▼

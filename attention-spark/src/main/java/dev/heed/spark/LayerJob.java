package dev.heed.spark;

import static org.apache.spark.sql.functions.broadcast;
import static org.apache.spark.sql.functions.coalesce;
import static org.apache.spark.sql.functions.col;
import static org.apache.spark.sql.functions.explode;
import static org.apache.spark.sql.functions.lit;
import static org.apache.spark.sql.functions.sequence;
import static org.apache.spark.sql.functions.when;

import dev.heed.model.LayerSteps;
import java.util.ArrayList;
import java.util.List;
import org.apache.spark.broadcast.Broadcast;
import org.apache.spark.sql.Column;
import org.apache.spark.sql.Dataset;
import org.apache.spark.sql.Encoders;
import org.apache.spark.sql.Row;
import org.apache.spark.sql.types.DataType;
import org.apache.spark.sql.types.DataTypes;
import org.apache.spark.sql.types.StructType;
import org.apache.spark.storage.StorageLevel;
import org.slf4j.Logger;
import org.slf4j.LoggerFactory;

/** One attention layer as Spark steps; see {@link SparkNodeClassifier} for the plan. */
final class LayerJob {

  private static final Logger LOG = LoggerFactory.getLogger(LayerJob.class);

  private LayerJob() {}

  /**
   * Runs attention layer {@code l} (and the per-node layers up to the next attention layer) over
   * {@code nodes} (id, x); returns the persisted, materialised (id, next x), followed by the {@link
   * TopNeighbours} columns when {@code explain} k &gt; 0. {@code split} says whether any row is
   * split ({@code hubs} is not empty). {@code held} holds the previous layer's persisted frames:
   * they are released once this one is materialised, and this layer's output takes their place.
   */
  static Dataset<Row> run(
      Broadcast<byte[]> model,
      LayerSteps steps,
      int l,
      Dataset<Row> nodes,
      Dataset<Row> parted,
      Dataset<Row> hubs,
      boolean split,
      DataType idType,
      int partitions,
      int explain,
      List<Dataset<?>> held) {
    long started = System.nanoTime();
    String name = steps.model().layers().get(l).name();
    // Names this layer's jobs in Spark's UI and event log (and in listeners' job properties).
    nodes.sparkSession().sparkContext().setJobDescription("heed layer " + l + " '" + name + "'");
    StructType projected =
        new StructType()
            .add("id", idType, false)
            .add("x", DataTypes.BinaryType, false)
            .add("q", DataTypes.BinaryType, false)
            .add("kv", DataTypes.BinaryType, false);
    Dataset<Row> proj =
        nodes
            .mapPartitions(new ProjectStep(model, l, l), Encoders.row(projected))
            .persist(StorageLevel.MEMORY_AND_DISK());

    // Entries: each edge with its source's key and value rows, to its target's part.
    Dataset<Row> sources = proj.select(col("id").as("src"), col("kv"));
    Dataset<Row> entries =
        parted
            .join(sources, "src")
            .select(
                col("dst"),
                col("part"),
                lit(RowBlockAttention.TAG_ENTRY).as("tag"),
                col("kv").as("vec"),
                lit(null).cast(DataTypes.BinaryType).as("x"),
                lit(0).as("parts"),
                col("src"));
    // Query records: one per target and part (parts of a split row each need the query); the
    // layer input rides with part 0 only.
    Dataset<Row> targets =
        split
            ? proj.join(broadcast(hubs), col("id").equalTo(col("hub")), "left")
                .select(
                    col("id").as("dst"),
                    col("q"),
                    col("x"),
                    coalesce(col("parts"), lit(1)).as("parts"))
            : proj.select(col("id").as("dst"), col("q"), col("x"), lit(1).as("parts"));
    Dataset<Row> queries =
        targets
            .select(
                col("dst"),
                explode(sequence(lit(0), col("parts").minus(1))).as("part"),
                col("q"),
                col("x"),
                col("parts"))
            .select(
                col("dst"),
                col("part"),
                lit(RowBlockAttention.TAG_QUERY).as("tag"),
                col("q").as("vec"),
                when(col("part").equalTo(0), col("x")).as("x"),
                col("parts"),
                lit(null).cast(idType).as("src"));
    if (explain == 0) {
      entries = entries.drop("src"); // the source id rides along only to name top neighbours
      queries = queries.drop("src");
    }
    Dataset<Row> parts =
        queries
            .unionByName(entries)
            .repartition(partitions, col("dst"), col("part"))
            .sortWithinPartitions("dst", "part", "tag");
    StructType attendedSchema =
        TopNeighbours.addColumns(
            new StructType()
                .add("id", idType, false)
                .add("kind", DataTypes.IntegerType, false)
                .add("part", DataTypes.IntegerType, false)
                .add("x", DataTypes.BinaryType, true)
                .add("state", DataTypes.BinaryType, true),
            idType,
            explain);
    Dataset<Row> attended =
        parts
            .mapPartitions(new RowBlockAttention(model, l, explain), Encoders.row(attendedSchema))
            .persist(StorageLevel.MEMORY_AND_DISK());

    List<Column> out = new ArrayList<>(List.of(col("id"), col("x")));
    TopNeighbours.columnNames(explain).forEach(c -> out.add(col(c)));
    Column[] outColumns = out.toArray(new Column[0]);
    Dataset<Row> next =
        attended.filter(col("kind").equalTo(RowBlockAttention.FINAL)).select(outColumns);
    Dataset<Row> merged = null;
    if (split) {
      StructType mergedSchema =
          new StructType().add("id", idType, false).add("x", DataTypes.BinaryType, false);
      if (explain > 0) {
        mergedSchema = mergedSchema.add("state", DataTypes.BinaryType, false);
      }
      merged =
          attended
              .filter(col("kind").equalTo(RowBlockAttention.PARTIAL))
              .repartition(partitions, col("id"))
              .sortWithinPartitions("id", "part")
              .mapPartitions(new SplitRowMerge(model, l, explain > 0), Encoders.row(mergedSchema))
              .persist(StorageLevel.MEMORY_AND_DISK());
      Dataset<Row> mergedRows = merged.select(col("id"), col("x"));
      if (explain > 0) {
        mergedRows =
            mergedRows.join(
                splitRowNeighbours(
                    model, l, merged, proj, parted, hubs, idType, partitions, explain),
                "id");
      }
      next = next.unionByName(mergedRows);
    }
    next = next.persist(StorageLevel.MEMORY_AND_DISK());
    long rows = next.count();
    // The previous layer's frames (and this one's intermediates) are no longer read.
    for (Dataset<?> d : held) {
      d.unpersist(false);
    }
    held.clear();
    proj.unpersist(false);
    attended.unpersist(false);
    if (merged != null) {
      merged.unpersist(false);
    }
    held.add(next);
    LOG.info(
        "layer {} ('{}'): {} rows in {} ms",
        l,
        name,
        rows,
        (System.nanoTime() - started) / 1_000_000);
    return next;
  }

  /**
   * The top neighbours of split rows, (id, neighbour_1, weight_1, ...): each split row's entries
   * meet its key and value rows, its target's query row and merged state (a broadcast of one record
   * per split row), each task keeps its k best per row, and the candidates, shuffled by target, are
   * reduced to the k best.
   */
  private static Dataset<Row> splitRowNeighbours(
      Broadcast<byte[]> model,
      int l,
      Dataset<Row> merged,
      Dataset<Row> proj,
      Dataset<Row> parted,
      Dataset<Row> hubs,
      DataType idType,
      int partitions,
      int k) {
    Dataset<Row> splitTargets =
        merged
            .select(col("id").as("dst"), col("state"))
            .join(proj.select(col("id").as("dst"), col("q")), "dst");
    Dataset<Row> splitEntries =
        parted
            .join(broadcast(hubs), col("dst").equalTo(col("hub")), "left_semi")
            .join(proj.select(col("id").as("src"), col("kv")), "src")
            .join(broadcast(splitTargets), "dst")
            .select(col("dst"), col("src"), col("kv"), col("q"), col("state"));
    StructType candidate =
        new StructType()
            .add("dst", idType, false)
            .add("src", idType, false)
            .add("weight", DataTypes.FloatType, false);
    return splitEntries
        .mapPartitions(TopNeighbours.candidates(model, l, k), Encoders.row(candidate))
        .repartition(partitions, col("dst"))
        .sortWithinPartitions("dst")
        .mapPartitions(
            TopNeighbours.best(k),
            Encoders.row(
                TopNeighbours.addColumns(new StructType().add("id", idType, false), idType, k)));
  }
}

▲

About this exercise:
Extract, from the listing above, every line where the string "started" occurs.

Task answer:
    long started = System.nanoTime();
        (System.nanoTime() - started) / 1_000_000);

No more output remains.